Not long after the Northam scandal, Virginia’s Attorney General Mark Herring, who is currently third in line to become governor, issued a statement acknowledging the fact that he wore blackface in 1980 in order to look like a rapper during a party when he was a 19-year-old student at the University of Virginia.

Herring previously called on Northam to resign, and was planning to run for governor himself. Now, he is apologizing for his behavior and admits to being unsure whether he will continue to serve.

Also, Vanessa Tyson, a California woman, whose sexual assault allegations against Virginia’s Lt. Gov. Justin Fairfax surfaced last month, put out a detailed statement saying Fairfax sexually abused her in a hotel room in 2004 during the Democratic National Convention in Boston.

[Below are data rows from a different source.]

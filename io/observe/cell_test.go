package observe

import (
	"strings"
	"testing"
)

func TestAdviceForCell(t *testing.T) {
	const degrees = "write degrees as decimal numbers, west and south as negative ones"
	take := func(what string) string { return "take " + what + " out of the cells" }
	for advice, values := range map[string][]string{
		"say with --missing=n/a that it stands for a missing value":                                {"n/a"},
		"say with --missing=- that it stands for a missing value":                                  {"-"},
		"say with --missing=. that it stands for a missing value":                                  {"."},
		"say with --missing='#N/A' that it stands for a missing value":                             {"#N/A"},
		"say with --missing='?' that it stands for a missing value":                                {"?"},
		"correct the formula in the spreadsheet, or leave the cell empty":                          {"#DIV/0!", "#REF!"},
		"write 1 for true and 0 for false":                                                         {"TRUE", "no"},
		"a date is no number: write the days since a first day, or take the column for a category": {"2031-01-02", "1.2.2031", "3/4/31"},
		"write a plain hyphen as the minus sign":                                                   {"\u22121", "\u20131.5", "\u2212 3"},
		"take the % away, and divide by 100 if a share is meant":                                   {"1.5%", "80 %"},
		"write negative numbers with a minus sign":                                                 {"(6.5)"},
		degrees:                            {"12.5 N", "10.0E", "W 7", "46°12'", "10°00'E", "46º12′3″S", "9°"},
		take(`"mg"`):                       {"1.5 mg"},
		take(`"m2"`):                       {"3 m2", "3m2"},
		take(`"µg/m3"`):                    {"-0.5 µg/m3"},
		take(`"€"`):                        {"€ 5", "5€"},
		`"O" is a letter: write the digit`: {"24O"},
		"":                                 {"high", "", "<3", "~2", ">6", "1.2.3", "0x1F", "1_000", "village 7b", "12 W street", "a 3 b"},
	} {
		for _, s := range values {
			if got := adviceForCell(s, &Format{}); got != advice {
				t.Errorf("%q: got %q, want %q", s, got, advice)
			}
		}
	}
	if got := adviceForCell("1,5 mg", &Format{DecimalComma: true}); got != take(`"mg"`) {
		t.Errorf("with a decimal comma: %q", got)
	}
}

// What a cell tells is told where most rows are lost, and where one is refused.
func TestAdviceOfCellsIsTold(t *testing.T) {
	const text = "x,y,z\n1,2,1.5 mg\n3,4,2 mg\n5,6,7\n"
	_, err := readBoth(t, text, measure)
	if got, want := hint(err), `take "mg" out of the cells`; got != want {
		t.Errorf("got %q, want %q", got, want)
	}
	strict := measure
	strict.Strict = true
	_, err = readBoth(t, text, strict)
	if got, want := hint(err), `take "mg" out of the cells, or leave out --strict to set such rows aside`; got != want {
		t.Errorf("got %q, want %q", got, want)
	}
}

// Columns are called in messages and codes what the caller calls them.
func TestCalled(t *testing.T) {
	want := Request{Response: "z", Kind: Measure, Factor: []string{"w", "d", "f"}, Keep: []string{"k"}, Called: map[string]string{"w": "width", "d": "share detected", "k": "key", "20m": "width", "wide": "width"}}
	table, err := readBoth(t, "x,y,z,w,d,f,k\n1,2,3,0,1,1,a\n1,2,3,1,,1,a\n1,2,3,1,1,-1,a\n1,2,3,1,1,,a\n1,2,3,1,1,1,a\n1,2,3,1,1,1,a\n1,2,3,1,1,1,a\n1,2,3,1,1,1,a\n", want)
	if err != nil {
		t.Fatal(err)
	}
	if got, expected := asides(table), `1 width-not-positive w "0": width is not above 0
2 missing-share-detected d "": share detected is missing
3 factor-not-positive f "-1": factor of the denominator is not above 0
4 missing-factor f "": factor is missing`; got != expected {
		t.Errorf("got\n%s, want\n%s", got, expected)
	}
	for _, test := range []struct{ header, factor, err, hint string }{
		{"x,y,z,k", "wide", `wells.csv: line 1: no column "wide" for the width`, "the columns are x, y, z, k"},
		{"x,y,z,wide", "wide", `wells.csv: line 1: no column "k" for the key`, `did you mean "x"? the columns are x, y, z, wide`},
		{"x,y,z,k", "20m", `wells.csv: line 1: "20m", for the width, is neither a number nor a column`, "write the number alone, without a unit or a sign; the columns are x, y, z, k"},
	} {
		want.Factor = []string{test.factor}
		_, err := Read(strings.NewReader(test.header+"\n1,2,3,4\n"), "wells.csv", want)
		checkRefusal(t, err, test.err, test.hint)
	}
}
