package observe

import (
	"bufio"
	"bytes"
	"encoding/csv"
	"errors"
	"fmt"
	"io"
	"unicode"
	"unicode/utf8"
)

// maxRecord bounds one record, and with it the memory that a quote left open can take: everything up to the next
// quote belongs to one field. The outline of a country in full detail takes some megabytes.
const maxRecord = 8 << 20

// maxColumns bounds the columns of one record: each takes some 200 bytes while the record is read, however empty it is.
const maxColumns = 1 << 16

const (
	adviceText  = "save the table as CSV in UTF-8, with commas between the columns"
	adviceQuote = "put a field that holds a \" in quotes and write it twice inside them"
	adviceWhole = "check that this is the right file and that it was written completely"
)

// headSize is how much of a file is looked at to tell what it is.
const headSize = 1 << 16

// text gives the records of a file, the header first.
type text struct {
	*csv.Reader
	origin *origin
}

// openText looks at the start of a decoded text and finds how its columns are separated.
func openText(decoded io.Reader, from *origin) (*text, error) {
	buffered := bufio.NewReaderSize(newBounded(decoded, from), headSize)
	head, err := buffered.Peek(headSize)
	if err := from.look(head, err); err != nil {
		return nil, err
	}
	return &text{newCSV(buffered, from.separator), from}, nil
}

// look finds out how a table is written by the first headSize bytes of the text, or by those that came before err.
func (o *origin) look(head []byte, err error) error {
	if err != nil && err != io.EOF && len(head) == 0 {
		return readError(o.source, err)
	}
	if outsideQuotes(headerLine(head))['\r'] > 0 {
		return &Error{File: o.source, What: "the lines end in carriage returns alone, which are not read",
			Advice: "save the table with a line feed at the end of each line, alone or behind the carriage return"}
	}
	o.blank = len(head) > 0
	if o.separator, o.announced = announced(head); o.announced && o.format.Separator != 0 {
		o.separator = o.format.Separator
	}
	if !o.announced {
		if o.separator, err = o.format.separator(head, o.source); err != nil {
			return err
		}
	}
	o.first = o.start(head, o.separator)
	return o.titleAbove(head)
}

// announced returns the separator that the first line of a file names, as in "sep=;", and reports whether it does (common
// practice of spreadsheets, no source).
func announced(head []byte) (rune, bool) {
	name, mark, is := bytes.Cut(headerLine(head), []byte("="))
	c, size := utf8.DecodeRune(mark)
	if !is || !bytes.EqualFold(name, []byte("sep")) || size != len(mark) || !canSeparate(c) {
		return 0, false
	}
	return c, true
}

// newCSV returns a reader of records by the rules of the package: those of every table, however it is read.
func newCSV(r io.Reader, separator rune) *csv.Reader {
	in := csv.NewReader(r)
	in.Comma = separator
	in.FieldsPerRecord = -1 // counted by checkRecord, which can say how many there should be
	in.ReuseRecord = true
	// Or a quote after ", " would be an error; values are trimmed in any case. The reader takes leading tabs for blanks
	// even where they separate columns.
	in.TrimLeadingSpace = !unicode.IsSpace(separator)
	return in
}

// bounded passes bytes on until one record grows beyond maxRecord or maxColumns. It counts quotes as the CSV reader does for a
// file it accepts; where a stray quote makes the two differ, the CSV reader has an error of its own.
type bounded struct {
	from        io.Reader
	source      string
	line, start int // line being read, and line on which the record started
	size        int // bytes of the record so far
	columns     int // of the record so far, behind the first
	separates   [256]bool
	quoted      bool
	err         error // kept: a buffer above may ask again
}

// newBounded returns the bounded text of a table. Where the separator is still to be found, all that it may be count.
func newBounded(r io.Reader, from *origin) *bounded {
	b := &bounded{from: r, source: from.source, line: 1, start: 1}
	separators := []rune{from.format.Separator}
	if from.format.Separator == 0 {
		separators = found
	}
	for _, c := range separators {
		if c < utf8.RuneSelf { // others take more bytes a column
			b.separates[c] = true
		}
	}
	return b
}

// Read passes on what from gives.
func (b *bounded) Read(p []byte) (int, error) {
	if b.err != nil {
		return 0, b.err
	}
	n, err := b.from.Read(p)
	b.err = err
	for i, c := range p[:n] {
		switch c {
		case '"':
			b.quoted = !b.quoted
		case '\n':
			b.line++
			if !b.quoted {
				b.size, b.columns, b.start = 0, 0, b.line
				continue
			}
		default:
			if b.separates[c] && !b.quoted {
				b.columns++
			}
		}
		if b.size++; b.size > maxRecord || b.columns >= maxColumns {
			b.err = b.tooLong()
			return i, b.err
		}
	}
	return n, err
}

func (b *bounded) tooLong() error {
	e := &Error{File: b.source, Line: b.start, Advice: adviceWhole,
		What: fmt.Sprintf("the line is longer than %d bytes, the most that is read", maxRecord)}
	switch {
	case b.columns >= maxColumns:
		e.What = fmt.Sprintf("the line has more than %d columns, the most that is read", maxColumns)
	case b.quoted:
		e.What = fmt.Sprintf("a quoted field is not closed within %d bytes", maxRecord)
		e.Advice = adviceQuote + ", and give outlines as long as that in GeoJSON"
	}
	return e
}

// readError places an error of the CSV reader, or of the reader below it, in the file.
func readError(source string, err error) error {
	var placed *Error
	if errors.As(err, &placed) {
		return placed
	}
	var parse *csv.ParseError
	if !errors.As(err, &parse) {
		return &Error{File: source, What: "cannot be read: " + err.Error(), Cause: err}
	}
	e := &Error{File: source, Line: parse.Line, Cause: err, Advice: adviceQuote}
	switch {
	case errors.Is(err, csv.ErrBareQuote):
		e.What = fmt.Sprintf("a \" at character %d stands inside a field that is not quoted", parse.Column)
	case errors.Is(err, csv.ErrQuote) && parse.StartLine != parse.Line:
		e.Line = parse.StartLine
		e.What = fmt.Sprintf("a quoted field is not closed properly by line %d", parse.Line)
	case errors.Is(err, csv.ErrQuote):
		e.What = fmt.Sprintf("a quoted field is not closed properly at character %d", parse.Column)
	default:
		e.What = parse.Err.Error()
	}
	return e
}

Now, all three of Virginia’s top elected officials are consumed by scandal. But, does their personal life – mistakes or not – really matter when it comes to governing their state?

Another example of someone in the public eye who has recently been involved in controversy is Kevin Hart. He made several homophobic statements on Twitter, which cost him the opportunity to host the Oscars.

Hart failed to quickly or effectively apologize, or even respond to the controversy that erupted from this series of tweets. It was after his third attempt, after two Instagram videos, that were deemed ‘tone – deaf,’ that he seemed to realize how he hurt people. Hart is just the latest of a flock of celebrities who’ve failed to respond well to a crisis.

Everyone has the ability to judge — or not to judge others. We make our own decisions. If one is offended by Bezos’ affair, they could choose not to shop on Amazon. If one is offended by the racially offensive choices of the Virginia government officials, they could vote for someone else in the next election. If one is offended by Hart’s homophobic comments, they could refuse to watch his stand up or movies. These are a few personal decisions we are able make, regarding our following of public figures.

Whether or not we can decide as a society what standards our celebrities, politicians and business leaders should be held to, one thing we know is that we all have the power to endorse or denounce those in the public eye based on our own morality.